* ABOUT THIS TASK
Scan the lines below for "enumerate" and copy the matches.

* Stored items

╭──

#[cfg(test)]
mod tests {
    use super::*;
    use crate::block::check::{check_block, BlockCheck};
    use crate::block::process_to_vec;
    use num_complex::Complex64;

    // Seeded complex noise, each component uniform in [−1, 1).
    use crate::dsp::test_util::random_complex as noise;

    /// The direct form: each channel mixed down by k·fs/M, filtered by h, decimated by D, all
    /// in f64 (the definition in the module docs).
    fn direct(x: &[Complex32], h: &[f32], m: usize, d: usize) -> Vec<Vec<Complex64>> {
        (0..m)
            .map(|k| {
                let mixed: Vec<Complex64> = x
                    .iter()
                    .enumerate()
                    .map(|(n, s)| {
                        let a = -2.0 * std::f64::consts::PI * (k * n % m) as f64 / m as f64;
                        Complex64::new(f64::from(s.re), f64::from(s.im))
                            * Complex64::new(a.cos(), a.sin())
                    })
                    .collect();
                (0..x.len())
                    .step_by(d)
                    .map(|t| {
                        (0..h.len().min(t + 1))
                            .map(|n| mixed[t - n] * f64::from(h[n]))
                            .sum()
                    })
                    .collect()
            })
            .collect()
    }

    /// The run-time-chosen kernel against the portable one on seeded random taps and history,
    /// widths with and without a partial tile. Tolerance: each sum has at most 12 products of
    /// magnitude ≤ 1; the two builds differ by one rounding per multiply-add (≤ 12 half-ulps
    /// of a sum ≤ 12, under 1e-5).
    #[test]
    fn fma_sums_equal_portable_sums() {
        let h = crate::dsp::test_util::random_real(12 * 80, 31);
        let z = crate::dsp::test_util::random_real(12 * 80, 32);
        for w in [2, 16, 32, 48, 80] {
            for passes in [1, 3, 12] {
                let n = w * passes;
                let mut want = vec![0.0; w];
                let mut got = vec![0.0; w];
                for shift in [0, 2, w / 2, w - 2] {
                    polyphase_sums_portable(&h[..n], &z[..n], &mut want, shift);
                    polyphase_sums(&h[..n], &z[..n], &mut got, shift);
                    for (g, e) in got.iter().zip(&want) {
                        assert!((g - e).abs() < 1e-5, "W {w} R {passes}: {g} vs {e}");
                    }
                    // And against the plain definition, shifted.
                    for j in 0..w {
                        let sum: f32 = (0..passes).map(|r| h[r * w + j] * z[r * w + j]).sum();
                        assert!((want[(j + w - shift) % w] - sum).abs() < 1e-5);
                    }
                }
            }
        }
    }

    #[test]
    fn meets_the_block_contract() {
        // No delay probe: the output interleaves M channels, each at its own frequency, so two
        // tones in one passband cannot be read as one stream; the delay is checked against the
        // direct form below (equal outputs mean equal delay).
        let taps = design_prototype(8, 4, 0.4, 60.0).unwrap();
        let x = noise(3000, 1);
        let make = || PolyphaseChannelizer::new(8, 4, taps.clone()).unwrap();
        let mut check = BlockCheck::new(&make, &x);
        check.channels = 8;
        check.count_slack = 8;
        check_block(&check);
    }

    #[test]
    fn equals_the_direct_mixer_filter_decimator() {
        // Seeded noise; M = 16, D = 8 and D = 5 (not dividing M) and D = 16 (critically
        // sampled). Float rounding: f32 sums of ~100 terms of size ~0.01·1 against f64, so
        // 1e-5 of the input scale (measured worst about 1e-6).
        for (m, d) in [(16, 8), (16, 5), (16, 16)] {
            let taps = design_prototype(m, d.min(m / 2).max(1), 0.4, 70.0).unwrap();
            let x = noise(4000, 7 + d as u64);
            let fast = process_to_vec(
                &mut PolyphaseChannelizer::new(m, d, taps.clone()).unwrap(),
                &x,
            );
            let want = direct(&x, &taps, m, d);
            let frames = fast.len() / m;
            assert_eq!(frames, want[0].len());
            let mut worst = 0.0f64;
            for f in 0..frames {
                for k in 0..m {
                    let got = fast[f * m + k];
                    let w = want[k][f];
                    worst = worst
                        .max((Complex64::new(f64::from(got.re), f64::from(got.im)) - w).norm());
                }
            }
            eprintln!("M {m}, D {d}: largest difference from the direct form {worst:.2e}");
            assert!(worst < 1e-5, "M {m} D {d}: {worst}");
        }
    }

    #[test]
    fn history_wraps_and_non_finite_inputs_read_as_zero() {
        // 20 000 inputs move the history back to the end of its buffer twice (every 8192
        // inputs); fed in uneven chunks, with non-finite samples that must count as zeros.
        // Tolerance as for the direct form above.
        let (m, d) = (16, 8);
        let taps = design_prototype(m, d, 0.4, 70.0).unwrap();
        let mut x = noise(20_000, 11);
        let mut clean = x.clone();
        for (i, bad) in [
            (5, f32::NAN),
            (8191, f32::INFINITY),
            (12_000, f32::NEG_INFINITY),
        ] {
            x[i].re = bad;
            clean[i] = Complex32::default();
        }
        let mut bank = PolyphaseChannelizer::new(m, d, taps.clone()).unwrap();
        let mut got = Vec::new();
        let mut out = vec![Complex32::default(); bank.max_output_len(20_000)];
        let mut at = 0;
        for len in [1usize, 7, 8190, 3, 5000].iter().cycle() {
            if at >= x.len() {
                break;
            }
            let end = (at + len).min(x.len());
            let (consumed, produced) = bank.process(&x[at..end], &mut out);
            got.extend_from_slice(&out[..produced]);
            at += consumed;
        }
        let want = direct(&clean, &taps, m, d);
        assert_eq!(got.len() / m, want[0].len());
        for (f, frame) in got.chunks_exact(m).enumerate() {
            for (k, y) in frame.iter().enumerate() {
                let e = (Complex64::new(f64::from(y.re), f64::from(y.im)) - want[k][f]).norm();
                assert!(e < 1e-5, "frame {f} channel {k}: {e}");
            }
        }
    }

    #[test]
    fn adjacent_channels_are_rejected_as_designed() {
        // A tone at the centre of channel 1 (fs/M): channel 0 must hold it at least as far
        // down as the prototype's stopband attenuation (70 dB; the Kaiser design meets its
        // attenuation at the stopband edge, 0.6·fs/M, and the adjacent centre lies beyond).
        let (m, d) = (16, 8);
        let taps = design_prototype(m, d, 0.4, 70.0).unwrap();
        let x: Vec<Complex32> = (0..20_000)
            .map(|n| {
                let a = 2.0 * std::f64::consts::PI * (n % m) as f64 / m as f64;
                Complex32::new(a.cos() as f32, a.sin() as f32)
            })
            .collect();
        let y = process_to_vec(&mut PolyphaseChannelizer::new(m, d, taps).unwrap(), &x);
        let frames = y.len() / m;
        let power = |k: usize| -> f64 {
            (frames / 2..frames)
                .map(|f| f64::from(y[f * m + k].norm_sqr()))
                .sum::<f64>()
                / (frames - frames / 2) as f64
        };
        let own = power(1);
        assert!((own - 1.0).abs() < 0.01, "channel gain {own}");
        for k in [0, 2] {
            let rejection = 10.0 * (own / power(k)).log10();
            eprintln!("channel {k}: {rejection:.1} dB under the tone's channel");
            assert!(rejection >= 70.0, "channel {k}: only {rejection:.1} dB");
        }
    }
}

╰──

* TASK ANSWER
                    .enumerate()
        for (f, frame) in got.chunks_exact(m).enumerate() {
            for (k, y) in frame.iter().enumerate() {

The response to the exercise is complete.